══ RECORD EXTRACTS ══

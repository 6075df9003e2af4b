package main

import (
	"errors"
	"fmt"
	"math"
	"slices"
	"strconv"
	"strings"

	"github.com/spf13/cobra"

	"github.com/sill-tool/sill/internal/analysis"
	"github.com/sill-tool/sill/internal/decision"
	"github.com/sill-tool/sill/internal/design"
	"github.com/sill-tool/sill/internal/drift"
	"github.com/sill-tool/sill/internal/format"
	"github.com/sill-tool/sill/internal/scores"
)

// checkLong is check's help text.
const checkLong = `check applies the chosen cut of a decision file (written by sill report
--save or the explorer) to fresh scores and asks whether the model still
behaves as validated, and whether the base rate the projection assumed
still holds. The scores are read like report's (CSV, TSV or JSON Lines,
optionally gzip compressed; "-" reads standard input, as it does for the
decision file); the label column is optional here, and --ignore-labels
skips one whose outcomes are not known yet (blank cells).

A change of base rate alone moves the alert rate, precision and the
distribution of all scores, while the model behaves as validated. So the
model is judged on what does not depend on the base rate:

With labels:
  base rate            the labelled share, with its Wilson interval, against
                       the base rate assumed
  recall               the share of true cases flagged, against validation
  false positive rate  the share of false cases flagged, against validation
  scores of true cases, scores of false cases
                       each class's scores against the validated ones, a
                       chi-square test on up to 10 bins cut from the
                       decision file's stored curve (sill-cut/2)
Without labels:
  base rate            the base rate that best explains the new scores as a
                       mix of the validated true and false cases (maximum
                       likelihood on the bins, profile-likelihood interval)
  scores as a mix      whether any such mix fits the new scores (a
                       chi-square goodness-of-fit test); if none does, the
                       scores moved

The alert rate, precision and the PSI of all scores are shown beside them.
A file of the earlier format (no curve) without labels is judged on the
alert rate and the PSI of all scores, which cannot tell a base rate from
drift.

The tests are judged together at the 1% level by Holm's procedure: on
sampling noise alone any finding comes about once in a hundred runs, for
the verdict as a whole. --tolerance adds a practical margin on every share.
Weights are read by their kind (--weight-kind, else the decision file's):
under sampling weights every share, and the scores of each class, are
tested at their effective sample sizes, not at the weighted counts.
When the validation set is smaller than the new data, the check's power
and false alarms rest mostly on the validation set, and the output says so.

Against a production baseline: when the validation set is small beside the
batches, --baseline FIRST_BATCH judges the batches given after the decision
file, in order, against that first production batch instead: a two-sided
CUSUM (Page 1954) of the alert rate at the chosen cut, on the angular scale;
under sampling weights each batch counts at its effective number of cases.
Its decision interval is set by a seeded simulation that includes the
baseline's own noise, so that on noise alone a false signal within the
batches given comes about once in 100 runs; the output states it, and how
soon a rise of the alert rate by a fifth would signal. A signal is drift
(exit 1): the base rate or the model moved, which one a labelled check of
the batch tells.

Exit status:
  0  ok          the model behaves as validated, at the base rate assumed
  1  drift       the model no longer behaves as validated
  2  error       such as an unreadable decision file
  3  assumption  the model behaves as validated but the base rate differs
                 beyond noise: the projection must be redone (the output
                 gives the alerts per shift at the observed rate and the
                 sill report --reproject line that writes the decision again
                 at that rate, every candidate, note and name kept)`

func newCheckCmd() *cobra.Command {
	var (
		input        inputFlags
		output       string
		tolerance    float64
		ignoreLabels bool
		baseline     string
	)
	cmd := &cobra.Command{
		Use:   "check FILE.yaml NEW_SCORES",
		Short: "Check fresh production scores against the chosen cut of a decision file",
		Long:  checkLong,
		Example: `  sill check cut.yaml scores-2026-09-28.csv
  sill check cut.yaml nightly.csv.gz --format json --tolerance 0.02
  sill check cut.yaml --baseline week-01.csv week-02.csv week-03.csv week-04.csv`,
		Args: checkArgs,
		RunE: func(cmd *cobra.Command, args []string) error {
			if output != "text" && output != "json" {
				return fmt.Errorf("--format %q: expected text or json", output)
			}
			var file *decision.File
			var err error
			switch {
			case args[0] == "-" && args[1] == "-":
				return fmt.Errorf("the decision file and the new scores cannot both come from standard input")
			case args[0] == "-":
				file, err = decision.Read(cmd.InOrStdin(), "-")
			default:
				file, err = decision.ReadFile(args[0])
			}
			if err != nil {
				return err
			}
			fs := cmd.Flags()
			if len(input.scoreColumns) > 1 {
				return fmt.Errorf("--score given %d times: check applies the file's cut to one score column", len(input.scoreColumns))
			}
			if fs.Changed("lower-is-riskier") && input.opt.LowerIsRiskier != file.Data.LowerIsRiskier {
				return fmt.Errorf("--lower-is-riskier=%v contradicts %s, whose cut was chosen with lower_is_riskier: %v", input.opt.LowerIsRiskier, args[0], file.Data.LowerIsRiskier)
			}
			input.opt.LowerIsRiskier = file.Data.LowerIsRiskier
			input.opt.NoLabels = !input.counts // outcomes are often not known yet; a counts table has them
			input.opt.IgnoreLabels = ignoreLabels
			if !fs.Changed("score") && !isDefaultName(file.Data.ScoreColumn, scores.DefaultScoreColumns) {
				input.opt.ScoreColumn = file.Data.ScoreColumn
			}
			if file.Data.WeightColumn != "" {
				// New data weighted like the validation set read as the
				// file says, unless --weight-kind says otherwise.
				kind := file.Data.WeightKind
				input.defaultKind = &kind
			}
			if baseline != "" {
				return checkBaseline(cmd, file, args[0], baseline, args[1:], output, input.kind(), batchLoader(cmd, &input))
			}
			set, err := input.load(cmd.Context(), args[1], cmd.InOrStdin(), nil)
			if err != nil {
				var parseErr *scores.ParseError
				if errors.As(err, &parseErr) && errors.Is(err, scores.ErrMissingColumn) && parseErr.Column != "" && parseErr.Column == file.Data.ScoreColumn && !fs.Changed("score") {
					return fmt.Errorf("%w; it is the score column of %s, --score names the column of the new scores", err, args[0])
				}
				if errors.Is(err, scores.ErrBadLabel) && !ignoreLabels {
					// Fresh scores often come before their outcomes.
					return fmt.Errorf("%w; --ignore-labels checks the alert rate and scores without them", err)
				}
				return err
			}
			input.warnWeights(cmd.ErrOrStderr())
			for _, w := range analysis.DroppedWarnings(set) {
				fmt.Fprintf(cmd.ErrOrStderr(), "sill: warning: %s: %s\n", format.Printable(args[1]), format.Printable(w))
			}
			res, err := drift.Check(file, set, drift.Options{Tolerance: tolerance, Labelled: set.LabelColumn() != "" && !ignoreLabels, IgnoreLabels: "--ignore-labels", Baseline: "--baseline FIRST_BATCH",
				Sample: design.New(set, input.kind()),
				Redo:   func(baseRate float64) string { return redoLine(file, args[0], baseRate) }})
			if err != nil {
				return fmt.Errorf("check %s: %w", args[1], err)
			}
			if output == "json" {
				err = drift.WriteJSON(cmd.OutOrStdout(), res, args[0], args[1])
			} else {
				err = drift.WriteText(cmd.OutOrStdout(), res, args[0], args[1])
			}
			if err != nil {
				return err
			}
			switch res.Status() {
			case drift.StatusDrift:
				return &exitError{code: 1}
			case drift.StatusAssumption:
				return &exitError{code: 3}
			}
			return nil
		},
	}
	fs := cmd.Flags()
	input.register(fs)
	// check applies one cut to one score column and breaks nothing down.
	fs.Lookup("score").Usage = "score column (default: the decision file's score column when present, else the first of " + strings.Join(scores.DefaultScoreColumns, ", ") + ")"
	_ = fs.MarkHidden("segment")
	_ = fs.MarkHidden("id")
	fs.StringVar(&output, "format", "text", "output: text or json")
	fs.StringVar(&baseline, "baseline", "", "a first production batch: the batches after the decision file are judged against it, in order, by a CUSUM of the alert rate (see above)")
	fs.BoolVar(&ignoreLabels, "ignore-labels", false, "check the alert rate and scores only, even where a label column is present")
	fs.Var(newShareFlag(&tolerance, 0, shareBounds{below1: true, expected: "a margin below 1, such as 0.02 or 2% for two percentage points"}),
		"tolerance", "practical margin on every share, such as 0.02 or 2% for two percentage points")
	return cmd
}

// batchLoader reads the batches of check --baseline as input says,
// warning about their weights once for them all: they share their
// columns.
func batchLoader(cmd *cobra.Command, input *inputFlags) func(string) (*scores.Set, error) {
	warned := false
	return func(path string) (*scores.Set, error) {
		set, err := input.load(cmd.Context(), path, cmd.InOrStdin(), nil)
		if !warned && input.weightWarning != "" {
			input.warnWeights(cmd.ErrOrStderr())
			warned = true
		}
		input.weightWarning = ""
		return set, err
	}
}

// checkArgs takes the decision file and the new scores, or with
// --baseline the decision file and one or more batches.
func checkArgs(cmd *cobra.Command, args []string) error {
	if !cmd.Flags().Changed("baseline") {
		return argsNamed("the decision file", "the new scores (either may be - for standard input)")(cmd, args)
	}
	if len(args) < 2 {
		return fmt.Errorf("check --baseline takes the decision file then one or more batches to judge, in order; got %d arguments (see sill check --help)", len(args))
	}
	return nil
}

// checkBaseline judges batches, in order, against the baseline batch at
// the chosen cut of file (drift.JudgeBaseline) and writes the result;
// exit status 1 when the rule signals. kind is what the batches' weights
// are (each batch's design follows from it, design.New).
func checkBaseline(cmd *cobra.Command, file *decision.File, filePath, baseline string, batches []string, output string, kind design.Kind, load func(string) (*scores.Set, error)) error {
	stdin := 0
	for _, path := range append([]string{filePath, baseline}, batches...) {
		if path == "-" {
			stdin++
		}
	}
	if stdin > 1 {
		return fmt.Errorf("--baseline: at most one of the decision file, the baseline and the batches may come from standard input")
	}
	count := func(path string) (drift.Batch, error) {
		set, err := load(path)
		if err != nil {
			return drift.Batch{}, err
		}
		for _, w := range analysis.DroppedWarnings(set) {
			fmt.Fprintf(cmd.ErrOrStderr(), "sill: warning: %s: %s\n", format.Printable(path), format.Printable(w))
		}
		return drift.Count(file, set, path, design.New(set, kind))
	}
	base, err := count(baseline)
	if err != nil {
		return fmt.Errorf("--baseline: %w", err)
	}
	var judged []drift.Batch
	for _, path := range batches {
		b, err := count(path)
		if err != nil {
			return err
		}
		judged = append(judged, b)
	}
	seq, err := drift.JudgeBaseline(base, judged)
	if err != nil {
		return fmt.Errorf("--baseline %s: %w", baseline, err)
	}
	chosen, _ := file.ChosenCandidate()
	if output == "json" {
		err = drift.WriteBaselineJSON(cmd.OutOrStdout(), seq, chosen.Name, chosen.Cut.Score, filePath)
	} else {
		err = drift.WriteBaselineText(cmd.OutOrStdout(), seq, format.Printable(chosen.Name), chosen.Cut.Score, file.Data.LowerIsRiskier, filePath)
	}
	if err != nil {
		return err
	}
	if seq.Status() == drift.StatusDrift {
		return &exitError{code: 1}
	}
	return nil
}

// redoLine is the sill report line that writes the decision of file,
// saved at path, again at the base rate baseRate: --reproject keeps every
// candidate at its score with its name, rule and note, the chosen one, the
// model, chosen_by, the note and the other assumptions as the file holds
// them; the columns, segments, shift schedule (with the layout the times
// were read with) and bootstrap the file was made with are given again so
// that its figures are recomputed alike.
func redoLine(file *decision.File, path string, baseRate float64) string {
	args := []string{"sill", "report", shellWord(file.Data.Path)}
	if file.Data.ScoreColumn != "" && !isDefaultName(file.Data.ScoreColumn, scores.DefaultScoreColumns) {
		args = append(args, "--score", shellWord(file.Data.ScoreColumn))
	}
	if file.Data.LabelColumn != "" && !isDefaultName(file.Data.LabelColumn, scores.DefaultLabelColumns) {
		args = append(args, "--label", shellWord(file.Data.LabelColumn))
	}
	if file.Data.WeightColumn != "" {
		args = append(args, "--weight", shellWord(file.Data.WeightColumn), "--weight-kind", file.Data.WeightKind.String())
	}
	if file.Data.LowerIsRiskier {
		args = append(args, "--lower-is-riskier")
	}
	var stability *decision.Stability
	for _, c := range file.Candidates {
		if c.Segments != nil && c.Segments.Column != "" && !slices.Contains(args, "--segment") {
			args = append(args, "--segment", shellWord(c.Segments.Column))
		}
		if stability == nil {
			stability = c.Stability
		}
	}
	if s := file.ShiftSchedule; s != nil && s.TimeColumn != "" {
		args = append(args, "--time", shellWord(s.TimeColumn), "--shifts", shellWord(strings.Join(s.Starts, ",")), "--tz", shellWord(s.Zone))
		if s.TimeLayout != "" {
			args = append(args, "--time-layout", shellWord(s.TimeLayout))
		}
	}
	if stability != nil {
		args = append(args, "--bootstrap", strconv.Itoa(stability.Replicates), "--seed", strconv.FormatUint(stability.Seed, 10))
	}
	args = append(args, "--reproject", shellWord(path), "--base-rate", strconv.FormatFloat(roundShare(baseRate), 'f', -1, 64), "--save", shellWord(path))
	return strings.Join(args, " ")
}

// roundShare rounds a base rate to four decimals, finer than any interval
// around it.
func roundShare(p float64) float64 { return math.Round(p*1e4) / 1e4 }

// shellWord quotes s for a POSIX shell when it holds anything but plain
// path characters.
func shellWord(s string) string {
	plain := s != ""
	for _, r := range s {
		if !(r >= 'a' && r <= 'z' || r >= 'A' && r <= 'Z' || r >= '0' && r <= '9' || strings.ContainsRune("-_./=:,+@%", r)) {
			plain = false
			break
		}
	}
	if plain {
		return s
	}
	return "'" + strings.ReplaceAll(s, "'", `'\''`) + "'"
}

// isDefaultName reports whether name is one of the default column names.
func isDefaultName(name string, defaults []string) bool {
	for _, d := range defaults {
		if strings.EqualFold(name, d) {
			return true
		}
	}
	return false
}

═══

In the material above, transcribe exactly the lines beginning at the one with "model is judged" and ending at the one with "each class's scores", both included.

model is judged on what does not depend on the base rate:

With labels:
  base rate            the labelled share, with its Wilson interval, against
                       the base rate assumed
  recall               the share of true cases flagged, against validation
  false positive rate  the share of false cases flagged, against validation
  scores of true cases, scores of false cases
                       each class's scores against the validated ones, a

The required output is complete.